[Warning: This essay contains spoilers for all of The Walking Dead and The Walking Dead: The Ones Who Live through Episode 3.]
Although episode 3 is the weakest of the show so far, it’s not saying much given how elevated this series is.
The Ones Who Live has proven itself an exciting, justifiable continuation of The Walking Dead, especially by giving Rick and Michonne a new dynamic that’s keeping the series fresh. In particular, this comes in the form of how they feel about escaping the CRM. While both of them want to return home, Rick is confronted by Jadis regarding his inevitable attempt to escape the organization alongside his wife. She tells him that, if both of them end up escaping, she will tell higher-ups like Major General Beale about Alexandria. While Rick threatens to kill her, she informs him that she has a contingency plan in place where the CRM will learn of the Virginia communities if she dies. This leads to an episode where Rick does everything he can to push Michonne away. Not because he doesn’t want to escape with her, but because he sees no options that will allow both of them to live.

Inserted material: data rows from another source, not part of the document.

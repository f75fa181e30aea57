"""Write a set of results as one bundle: the NeXus results file, a TIFF per image, figures."""

from __future__ import annotations

import json
import re
from pathlib import Path

import numpy as np

from ..core.provenance import library_versions
from ..core.result import Field
from .atomic import all_or_nothing, atomic_path
from .figures import bit_categories, save_image_figure, save_spectra_figure
from .nexus import write_results_file
from .tiff import write_tiff

#: fields written to the results file only (3-D masks, per-pixel index images)
_NO_IMAGE_FILES = ("replaced", "mask", "domains")


def safe_name(name: str) -> str:
    """A file-name-safe version of a label."""
    return re.sub(r"[^A-Za-z0-9_.-]+", "_", str(name)).strip("_") or "map"


@all_or_nothing   # a failure part-way leaves the previous bundle as it was
def write_bundle(outdir, m, results, *, stem: str, overwrite: bool = False, figures: bool = True,
                 inputs: dict | None = None, results_name: str = "results.h5",
                 formats=("png",), write_h5: bool = True, csv: bool = True,
                 optical=None) -> list[Path]:
    """Write ``results`` of map ``m`` into ``outdir``; returns every path written.

    - ``results.h5``: the map and every result (docs/file-layout.md);
    - ``<stem>_<result>[_<field>].tif`` for every image field (stacks as multi-page TIFF),
      plus ``*_uncertainty.tif`` where a field carries errors;
    - ``<stem>_maps.csv``: long-form table of every image value per pixel;
    - with ``figures``, a figure per image (per component for stacks) and per spectra field,
      in each of ``formats`` (``png``, ``svg``);
    - with ``optical`` (a placed micrograph), the micrograph in the results file and the
      maps drawn over it (:func:`write_optical_figures`).
    """
    from .table import write_long_csv

    outdir = Path(outdir)
    written = []
    if write_h5:
        written.append(write_results_file(outdir / results_name, m, results, overwrite=overwrite,
                                          inputs=inputs, optical=optical))
    if csv:
        written.append(write_long_csv(outdir / f"{stem}_maps.csv", m, results,
                                      overwrite=overwrite))

    def each_format(save, base, *args, **kw):
        for ext in formats:
            written.append(save(outdir / f"{base}.{ext}", *args, overwrite=overwrite, **kw))

    from .labels import class_names, display_label, identified_names

    for r in results:
        names = identified_names(r)
        for fname, fld in r.fields.items():
            if not fld.is_image or fname in _NO_IMAGE_FILES or \
                    fld.data.ndim > (4 if fld.is_volume else 3):
                continue
            base = f"{stem}_{r.name}" + ("" if fname in ("image", r.name) else f"_{fname}")
            written.append(write_tiff(outdir / f"{base}.tif", fld, overwrite=overwrite,
                                      parameters=r.parameters, names=names))
            if fld.errors is not None and fld.data.ndim == 2:
                err = Field(f"{fld.signal}_uncertainty", fld.errors, fld.axes, fld.units,
                            long_name=f"standard uncertainty of {fld.long_name or fld.signal}")
                written.append(write_tiff(outdir / f"{base}_uncertainty.tif", err,
                                          overwrite=overwrite))
                if figures:
                    each_format(save_image_figure, f"{base}_uncertainty", err,
                                title=f"{r.name}: uncertainty")
            if not figures or fld.is_volume:   # a volume: the TIFF z stack (and the viewer)
                continue
            if fld.data.ndim == 3:
                for k, label in enumerate(fld.axes[0].values):
                    each_format(save_image_figure, f"{base}_{safe_name(label)}", fld, k,
                                title=f"{r.name}: {display_label(label, names)}")
            elif fld.signal == "labels":
                n = int(np.max(fld.data)) + 1 if fld.data.size else 0
                each_format(save_image_figure, base, fld, title="classes" if r.name == "classes" else f"{r.name}: classes",
                            classes=True, class_names=class_names(r, n))
            else:
                bits = _bit_meanings(fld.signal)
                each_format(save_image_figure, base, fld,
                            title=r.name if fname in ("image", r.name) else f"{r.name}: {fname}",
                            categories=None if bits is None else bit_categories(fld.data, bits))
        if figures:
            for fname, fld in r.fields.items():
                if fld.axis_names[-1] == "raman_shift" and fld.data.ndim == 2:
                    each_format(save_spectra_figure, f"{stem}_{r.name}_{fname}", fld,
                                title=f"{r.name}: {fname}", names=names)
    if figures and optical is not None:
        written += write_optical_figures(outdir, stem, optical, results, overwrite=overwrite,
                                         formats=formats)
    return written


#: results whose maps are drawn over the micrograph (components, classes, abundances, content)
OVERLAID = ("nmf", "mcr", "kmeans", "classes", "unmixing", "concentration")


def overlay_fields(results):
    """(result, field, plane index or None, label, is_classes) of every map drawn over the
    micrograph, in the order of ``results``."""
    out = []
    for r in results:
        if r.name not in OVERLAID:
            continue
        for fname, fld in r.fields.items():
            if not fld.is_image or fname in _NO_IMAGE_FILES or fname == "flags" \
                    or fname == "residual":
                continue
            if fld.data.ndim == 3:
                out += [(r, fld, k, f"{r.name}: {label}", False)
                        for k, label in enumerate(fld.axes[0].values)]
            elif fld.data.ndim == 2:
                out.append((r, fld, None, f"{r.name}: {fname}", fld.signal == "labels"))
    return out


def write_optical_figures(outdir, stem, placed, results, *, overwrite=False, formats=("png",),
                          opacity: float = 0.6) -> list[Path]:
    """Each component, class and content map over the micrograph (``*_on_optical``), plus the
    side-by-side view of the micrograph and the class map (``*_optical_side_by_side``)."""
    outdir = Path(outdir)
    written = []
    side = None
    for r, fld, k, label, classes in overlay_fields(results):
        base = f"{stem}_{safe_name(label.replace(': ', '_'))}_on_optical"
        for ext in formats:
            written.append(save_image_figure(outdir / f"{base}.{ext}", fld, k,
                                             title=f"{label} over the micrograph",
                                             classes=classes, underlay=placed, opacity=opacity,
                                             overwrite=overwrite))
        if side is None or (classes and not side[3]):
            side = (fld, k, label, classes)
    if side is not None:
        fld, k, label, classes = side
        for ext in formats:
            written.append(save_image_figure(outdir / f"{stem}_optical_side_by_side.{ext}", fld,
                                             k, title=label, classes=classes, underlay=placed,
                                             side_by_side=True, overwrite=overwrite))
    return written


def _bit_meanings(signal: str):
    """The bits of a quality bit field (drawn with a categorical legend), or None."""
    if signal == "flags":
        from ..quantify.concentration import FLAG_BITS

        return FLAG_BITS
    if signal == "rejected":
        from ..reduce.peakfit import REJECT_MEANING

        return REJECT_MEANING
    return None


def write_summary(outdir, summary: dict, name: str = "summary.json") -> Path:
    """The run's numbers, settings and library versions as JSON (always replaced)."""
    path = Path(outdir) / name
    with atomic_path(path, overwrite=True) as tmp:
        tmp.write_text(json.dumps({**summary, "versions": library_versions()}, indent=2,
                                  default=str))
    return path
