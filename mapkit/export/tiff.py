"""TIFF export with the physical pixel size, readable at the right scale by ImageJ/Fiji."""

from __future__ import annotations

import json

import numpy as np

from ..core.provenance import library_versions
from ..core.result import Field
from .atomic import atomic_path


def write_tiff(path, field: Field, *, overwrite: bool = False, parameters: dict | None = None,
               names: dict | None = None):
    """Write an image or stack of images (…, y, x) as an ImageJ-compatible TIFF.

    The pixel size goes into the TIFF resolution tags and the ImageJ ``unit``
    (micron), so common image tools show the map in µm. Parameters and
    library versions are recorded in the ImageJ ``Info`` property. Class images are
    written as class numbers from 1 (0 = masked); ``names`` (label → library name, e.g.
    ``{"class 2": "calcite"}``) go into the ``Info`` record with the plane labels.

    Depth maps: a volume field ``(…, z, y, x)`` is written as an ImageJ z stack whose
    ``spacing`` is the depth step in µm (``(component, z, y, x)`` as a ``ZCYX``
    hyperstack); a section ``(…, z, x)`` as images whose rows are depths (the row
    resolution is the depth step). The ``Info`` record gives the depths and says they are
    nominal (apparent) depths.
    """
    import tifffile

    from .labels import CLASS_NUMBERING, class_numbers, display_label

    if not field.is_image:
        raise ValueError(f"{field.signal} is not an image (axes {field.axis_names})")
    y, x = field.axes[-2].values, field.axes[-1].values
    dy = float(abs(np.median(np.diff(y)))) if len(y) > 1 else 1.0
    dx = float(abs(np.median(np.diff(x)))) if len(x) > 1 else 1.0
    data = np.asarray(field.data)
    names = names or {}
    extra = {}
    if field.signal == "labels":
        data = class_numbers(data)
        n = int(data.max()) if data.size else 0
        extra = {"numbering": CLASS_NUMBERING,
                 "classes": {str(k): display_label(f"class {k}", names) for k in range(1, n + 1)}}
    if data.dtype.kind == "f" or data.dtype == np.float64:
        data = data.astype(np.float32)
    elif data.dtype.kind == "i" and data.dtype.itemsize > 2:
        data = data.astype(np.int16)
    names_ = field.axis_names
    spacing = 1.0
    depth = {}
    axes = "ZYX" if data.ndim == 3 else "YX"
    if "z" in names_:
        z = np.asarray(field.axes[names_.index("z")].values, float)
        dz = float(abs(np.median(np.diff(z)))) if z.size > 1 else 1.0
        depth = {"z_um": z.tolist(), "z_step_um": dz,
                 "depth": "nominal (apparent) unless corrected for refraction"}
        if names_[-3:] == ("z", "y", "x"):      # a volume: an ImageJ z stack
            spacing = dz
            if data.ndim == 4:                  # (component, z, y, x) -> ZCYX
                data = np.ascontiguousarray(np.moveaxis(data, 0, 1))
                axes = "ZCYX"
        else:
            depth["rows"] = "z"
    info = json.dumps({**depth, "signal": field.signal, "units": field.units,
                       "long_name": CLASS_NUMBERING if field.signal == "labels" else field.long_name,
                       "origin_um": [float(y[0]), float(x[0])],
                       "labels": [display_label(v, names) for v in field.axes[0].values]
                       if (len(names_) >= 3 and names_[-3] != "z") or axes == "ZCYX" else [],
                       **extra,
                       "parameters": parameters or {}, "versions": library_versions()})
    with atomic_path(path, overwrite=overwrite) as tmp:
        tifffile.imwrite(tmp, data, imagej=True, resolution=(1.0 / dx, 1.0 / dy),
                         metadata={"unit": "micron", "axes": axes, "spacing": spacing,
                                   "Info": info})
    return path
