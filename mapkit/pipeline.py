"""The end-to-end path: open → clean → reduce → quantify → export, in one call.

:func:`analyse` is what ``mapkit analyse`` and ``mapkit demo`` run; every
number it writes comes from the stage modules, so Python, the command line
and the viewer agree.
"""

from __future__ import annotations

import contextlib
import time
from dataclasses import asdict, dataclass, field, replace
from pathlib import Path

import numpy as np

from . import layout
from .core.provenance import Step, library_versions
from .core.result import Axis, Field, Result
from .errors import MapkitError


COMPONENT_METHODS = ("mcr", "nmf")
CLASS_METHODS = ("dominant", "kmeans", "minibatch", "ward")


@dataclass
class Settings:
    """Parameters of the end-to-end path (all recorded in every output)."""

    bands: list = field(default_factory=list)
    normalisation: str = "vector"
    #: a number, or "auto": as many as stand above the shot noise
    #: (:func:`mapkit.reduce.choose_n_components`, on the spectra the fit sees)
    n_components: int | str = "auto"
    #: "mcr": MCR-ALS with a polynomial background per pixel on the despiked spectra;
    #: "nmf": NMF of the baseline-corrected spectra
    component_method: str = "mcr"
    #: "dominant" (each pixel joins its dominant component) or a clustering method
    #: ("kmeans", "minibatch", "ward") of the spectra's shapes
    class_method: str = "dominant"
    #: classes for the clustering methods (None: as many as components)
    n_classes: int | None = None
    seed: int = 0
    #: polynomial baseline terms fitted with the references; "auto": chosen by the data
    unmix_baseline_order: int | str | None = "auto"
    #: baseline terms of an unmixing response fitted to standards (stored in the model)
    content_baseline_order: int = 5
    analyte: str | None = None
    calibration_model: str = "linear"
    weighting: str = "none"
    response_band: tuple | None = None
    internal_standard: tuple | None = None
    memory_fraction: float = 0.5
    min_score: float = 0.9
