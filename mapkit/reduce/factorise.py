"""Factorisations of a map into component spectra and images: PCA, NMF, MCR-ALS."""

from __future__ import annotations

import numpy as np
from sklearn.base import BaseEstimator, TransformerMixin
from sklearn.utils.metaestimators import available_if
from sklearn.utils.validation import check_is_fitted

from ..core.ramanmap import RamanMap
from ..core.result import Axis, Field, Result
from ..errors import MapkitError
from ._common import (axis_of, check_baseline_room, check_components, float64_tags,
                      good_spectra, image_axes, rows_out, shift_axis, spectra_in)
from .endmembers import vca
from .unmix import nnls_batch, unmix_spectra, unmix_spectra_poisson


def _component_axis(n, prefix="component"):
    return Axis("component", np.array([f"{prefix} {i + 1}" for i in range(n)]))


class PCAScores(TransformerMixin, BaseEstimator):
    """Principal component analysis of the map's spectra (mean-centred).

    Use the explained variance to choose how many components or classes a map holds.
    Every method takes a :class:`RamanMap` (unmasked pixels; scores come back as images)
    or an array of spectra (n_spectra, n_shift), one per row (scores come back as rows).

    Parameters
    ----------
    n_components : int
    random_state : int
        Passed to scikit-learn (the exact solvers used do not draw random numbers).

    Attributes
    ----------
    components_ : array (n_components, n_shift)
        Loadings on the shift axis.
    explained_variance_ratio_ : array (n_components,)
    mean_ : array (n_shift,)
    n_features_in_ : int
        Channels of the spectra fitted on.

    Notes
    -----
    ``fit`` is the exact PCA of the spectra given. ``partial_fit`` refines an
    incremental PCA (scikit-learn's ``IncrementalPCA``, Ross et al. 2008, Int. J. Comput.
    Vis. 77:125) block by block, for maps that do not fit in memory; its leading
    components approach those of ``fit`` on all blocks but are not identical unless the
    spectra span at most ``n_components`` directions. ``transform`` is row by row, so
    blocks give the same scores as the whole map.

    Examples
    --------
    >>> rng = np.random.default_rng(0)
    >>> X = rng.normal(size=(50, 2)) @ rng.normal(size=(2, 30))
    >>> pca = PCAScores(n_components=2).fit(X)
    >>> pca.transform(X).shape
    (50, 2)
    >>> round(float(pca.explained_variance_ratio_.sum()), 6)
    1.0
    """

    def __init__(self, n_components: int = 10, random_state: int = 0):
        self.n_components = n_components
        self.random_state = random_state

    def __sklearn_tags__(self):
        return float64_tags(super().__sklearn_tags__())

    def fit(self, m, y=None):
        """Fit on a map's unmasked spectra or on an array (n_spectra, n_shift)."""
        from sklearn.decomposition import PCA

        X, good, mp = spectra_in(self, m, what="PCA", reset=True)
        check_components(self.n_components, X.shape[1] if mp is None else mp, X.shape[0])
        # exact eigendecomposition of the channel covariance: fast when pixels outnumber
        # channels (the usual map), and no randomised approximation
        solver = "covariance_eigh" if X.shape[0] >= X.shape[1] else "full"
        self.model_ = PCA(n_components=self.n_components, svd_solver=solver,
                          random_state=self.random_state).fit(X)
        self.components_ = self.model_.components_
        self.explained_variance_ratio_ = self.model_.explained_variance_ratio_
        self.mean_ = self.model_.mean_
        return self

    def partial_fit(self, m, y=None):
        """Refine an incremental PCA with one block (a map or an array of spectra).

        The first call (or the first after ``fit``) starts a new model; each block needs
        at least ``n_components`` spectra.
        """
        from sklearn.decomposition import IncrementalPCA

        first = not isinstance(getattr(self, "model_", None), IncrementalPCA)
        X, good, mp = spectra_in(self, m, what="PCA", reset=first)
        check_components(self.n_components, X.shape[1] if mp is None else mp, X.shape[0])
        if first:
            self.model_ = IncrementalPCA(n_components=self.n_components)
        self.model_.partial_fit(X)
        self.components_ = self.model_.components_
        self.explained_variance_ratio_ = self.model_.explained_variance_ratio_
        self.mean_ = self.model_.mean_
        return self

    def transform(self, m) -> np.ndarray:
        """Scores: images (n_components, ny, nx) of a map (NaN where masked) or rows
        (n_spectra, n_components) of an array."""
        check_is_fitted(self)
        X, good, mp = spectra_in(self, m, what="PCA", reset=False)
        return rows_out(self.model_.transform(X), good, mp)

    def result(self, m: RamanMap, name: str = "pca") -> Result:
        comp = _component_axis(self.n_components, "PC")
        return Result(name, "pca", self.get_params(), {
            "scores": Field("score", self.transform(m), (comp, *image_axes(m)), "a.u.",
                            long_name="PCA score"),
            "loadings": Field("loading", self.components_, (comp, shift_axis(m)), "",
                              long_name="PCA loading"),
            "explained_variance": Field("explained_variance_ratio",
                                        self.explained_variance_ratio_, (comp,), "",
                                        long_name="share of variance explained")},
            {"explained_variance_pct": [float(100 * v) for v in self.explained_variance_ratio_],
             "cumulative_pct": [float(100 * v) for v in np.cumsum(self.explained_variance_ratio_)]})


class NMFComponents(TransformerMixin, BaseEstimator):
    """Non-negative matrix factorisation of a map (scikit-learn's NMF or MiniBatchNMF).

    The spectra are factorised as X ≈ W H with W, H ≥ 0 (Lee & Seung 1999), after
    clipping at zero (baseline-corrected spectra dip below it in noise). The component
    images are then obtained by non-negative least squares of the unclipped spectra on
    the component spectra with a constant offset term: clipping biases NMF's own weights
    upward in weak pixels (measured on the sample map: abundance RMSE 0.024 against 0.030).

    Every method takes a :class:`RamanMap` (unmasked pixels; images come back on its
    grid) or an array of spectra (n_spectra, n_shift), one per row (weights come back as
    rows (n_spectra, n_components)). ``transform`` works spectrum by spectrum, so a map
    transformed block by block gives the same weights as the whole map.

    Parameters
    ----------
    n_components : int
    init : {"nndsvda", "vca"}
        NNDSVD-a (scikit-learn) or the purest pixels found by VCA.
    batch_size : int, optional
        Use MiniBatchNMF with this many spectra per batch (large maps); also enables
        ``partial_fit``, which refines the component spectra one block at a time.
    max_iter, random_state
        Passed to scikit-learn; the seed is fixed so runs repeat exactly.
    image_baseline_order : int or None
        Polynomial order of the baseline terms when computing images (None: no terms).
        For array input above order 0 the terms are polynomials of the shift axis
        passed as ``fit(X, raman_shift=...)`` (default: the channel index, the same
        terms as any evenly spaced axis).

    Attributes
    ----------
    components_ : array (n_components, n_shift)
        Component spectra, each scaled to unit maximum.
    fit_images_ : array (n_components, ny, nx) or (n_spectra, n_components)
        Component images of the fitted map (NaN where masked), or weights of the fitted
        rows for array input (not set by ``partial_fit``).
    reconstruction_err_ : float
        Frobenius norm of X − WH on the fitted pixels.
    raman_shift_ : array (n_shift,)
        The shift axis fitted on (the channel index for an array without one).

    Examples
    --------
    On spectra as rows:

    >>> rng = np.random.default_rng(0)
    >>> X = np.abs(rng.normal(size=(20, 2))) @ np.abs(rng.normal(size=(2, 30)))
    >>> NMFComponents(n_components=2).fit_transform(X).shape
    (20, 2)

    On a map:

    >>> rng = np.random.default_rng(0)
    >>> H = np.abs(rng.normal(size=(2, 30)))
    >>> W = np.abs(rng.normal(size=(4 * 5, 2)))
    >>> m = RamanMap((W @ H).reshape(4, 5, 30), raman_shift=np.arange(30.),
    ...              x=np.arange(5.), y=np.arange(4.))
    >>> est = NMFComponents(n_components=2).fit(m)
    >>> est.transform(m).shape
    (2, 4, 5)
    """

    def __init__(self, n_components: int = 4, init: str = "nndsvda", batch_size: int | None = None,
                 max_iter: int = 2000, random_state: int = 0, image_baseline_order: int | None = 0):
        self.n_components = n_components
        self.init = init
        self.batch_size = batch_size
        self.max_iter = max_iter
        self.random_state = random_state
        self.image_baseline_order = image_baseline_order

    def __sklearn_tags__(self):
        return float64_tags(super().__sklearn_tags__())

    def _vca_start(self, Xc) -> dict:
        """Start values (W, H) from pure pixels for ``init="vca"``; none otherwise."""
        if self.init != "vca":
            return {}
        H0 = Xc[vca(Xc, self.n_components, random_state=self.random_state)] + 1e-9
        return {"W": np.clip(nnls_batch(H0.T, Xc.T).T, 1e-9, None), "H": H0}

    def fit(self, m, y=None, raman_shift=None):
        """Fit on a map or on spectra as rows (``raman_shift``: their axis, arrays only)."""
        from sklearn.decomposition import NMF, MiniBatchNMF

        X, good, mp = spectra_in(self, m, what="NMF", reset=True)
        check_components(self.n_components, X.shape[1] if mp is None else mp, X.shape[0])
        self._check_init()
        self._check_room(X.shape[1])
        Xc = np.clip(X, 0, None)
        kw = dict(n_components=self.n_components, max_iter=self.max_iter,
                  random_state=self.random_state, tol=1e-6)
        if self.batch_size:
            model = MiniBatchNMF(batch_size=self.batch_size, init="nndsvda" if self.init == "nndsvda"
                                 else "custom", **kw)
        else:
            model = NMF(init="nndsvda" if self.init == "nndsvda" else "custom", **kw)
        model.fit_transform(Xc, **self._vca_start(Xc))
        self._keep(model, axis_of(mp, X.shape[1], raman_shift))
        self.fit_images_ = self.transform(m)
        return self

    def _check_room(self, n_shift):
        from .unmix import baseline_terms

        check_baseline_room(baseline_terms(self.image_baseline_order), n_shift,
                            "image_baseline_order")

    def _check_init(self):
        if self.init not in ("nndsvda", "vca"):
            raise MapkitError(f"unknown NMF start {self.init!r}", field="init",
                              fix="use nndsvda or vca")

    def _keep(self, model, shift):
        """Learned state from scikit-learn's model: spectra scaled to unit maximum."""
        H = model.components_
        scale = H.max(axis=1, keepdims=True)
        scale[scale == 0] = 1.0
        self.model_ = model
        self.components_ = H / scale
        self.raman_shift_ = np.array(shift, dtype=float)
        self.reconstruction_err_ = float(getattr(model, "reconstruction_err_", np.nan))
        self.n_iter_ = int(getattr(model, "n_iter_", getattr(model, "n_steps_", 0)))

    @available_if(lambda self: bool(self.batch_size))
    def partial_fit(self, m, y=None, raman_shift=None):
        """Refine the component spectra with one block (MiniBatchNMF; needs ``batch_size``).

        The block is a map or spectra as rows; the first call starts the model (from
        NNDSVD-a or VCA on that block). ``fit_images_`` is not set: get weights with
        ``transform``, block by block.
        """
        from sklearn.decomposition import MiniBatchNMF

        model = getattr(self, "model_", None)
        first = not isinstance(model, MiniBatchNMF)
        X, good, mp = spectra_in(self, m, what="NMF", reset=first)
        Xc = np.clip(X, 0, None)
        if first:
            check_components(self.n_components, X.shape[1] if mp is None else mp, X.shape[0])
            self._check_init()
            self._check_room(X.shape[1])
            model = MiniBatchNMF(n_components=self.n_components, batch_size=self.batch_size,
                                 max_iter=self.max_iter, random_state=self.random_state,
                                 tol=1e-6, init="nndsvda" if self.init == "nndsvda"
                                 else "custom")
            model.partial_fit(Xc, **self._vca_start(Xc))
            shift = axis_of(mp, X.shape[1], raman_shift)
        else:
            model.partial_fit(Xc)
            shift = self.raman_shift_
        self._keep(model, shift)
        return self

    def fit_transform(self, m, y=None, raman_shift=None) -> np.ndarray:
        """Fit and return the fitted map's component images (n_components, ny, nx), or
        the rows' weights (n_spectra, n_components) for array input."""
        return self.fit(m, raman_shift=raman_shift).fit_images_

    def transform(self, m) -> np.ndarray:
        """Component images (n_components, ny, nx) of any map on the same axis (masked
        NaN), or weights (n_spectra, n_components) of spectra as rows."""
        check_is_fitted(self)
        X, good, mp = spectra_in(self, m, what="NMF", reset=False)
        shift = self.raman_shift_ if mp is None else mp.raman_shift
        A, _ = unmix_spectra(self.components_, X, shift, self.image_baseline_order,
                             residual=False)
        return rows_out(A.T, good, mp)

    def result(self, m: RamanMap, images=None, name: str = "nmf") -> Result:
        """Component images and spectra as a :class:`Result` for export."""
        comp = _component_axis(self.n_components)
        images = self.transform(m) if images is None else images
        return Result(name, "nmf", self.get_params(), {
            "images": Field("abundance", images, (comp, *image_axes(m)), "a.u.",
                            long_name="NMF component weight"),
            "spectra": Field("spectrum", self.components_, (comp, shift_axis(m)), "a.u.",
                             long_name="NMF component spectrum (unit maximum)")},
            {"reconstruction_error": self.reconstruction_err_, "n_iter": self.n_iter_,
             "converged": self.n_iter_ < self.max_iter})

This episode helps to illustrate Rick’s hopelessness as it goes, showing why the mental hole he’s stuck in is so large. Aside from the general power of the CRM and what he suspects they did to Omaha, we also learn of just how widespread their plans are. In a flashback, Jadis reveals the CRM have a 500-year plan to bring humanity back to how it was before the zombie apocalypse. Everything they’re doing now—only about 10 years into the apocalypse—is meant to preserve humanity’s future. In particular, the future of those in the Civic Republic. Because their plans are working over the span of decades or centuries, killing anyone who finds out about the group isn’t a big deal for them. After all, it’s about their self-preservation. This episode did a good job to illustrate that, showcasing why Rick is trying to keep Michonne at arm’s length even though he still loves her.
This is compacted by the complex betrayal he faces from Pearl, the only friendly face he’s had at the CRM. Due to Okafor’s death and Beale’s slight distrust of Rick, the Major General decides to promote Pearl to have a larger role in the CRM. Whatever it is she learns during her briefing, it’s enough for her to decide that Okafor’s plan of changing the CRM from within isn’t worth it. That whatever the militarized group has in store, it’s big enough and important enough to warrant siding with them. Despite having such a distaste for the group, Pearl’s quick shift into becoming one of their loyalists shows that, whatever she learned, it’s a game-changer. Perhaps even something Rick himself would understand the purpose of. While it’s still unknown what exactly she was told, it adds a layer of uncertainty and new mystery to everything going on. It makes it unclear what will happen once Rick and Michonne inevitably learn this information, and how it will alter their trajectory moving forward.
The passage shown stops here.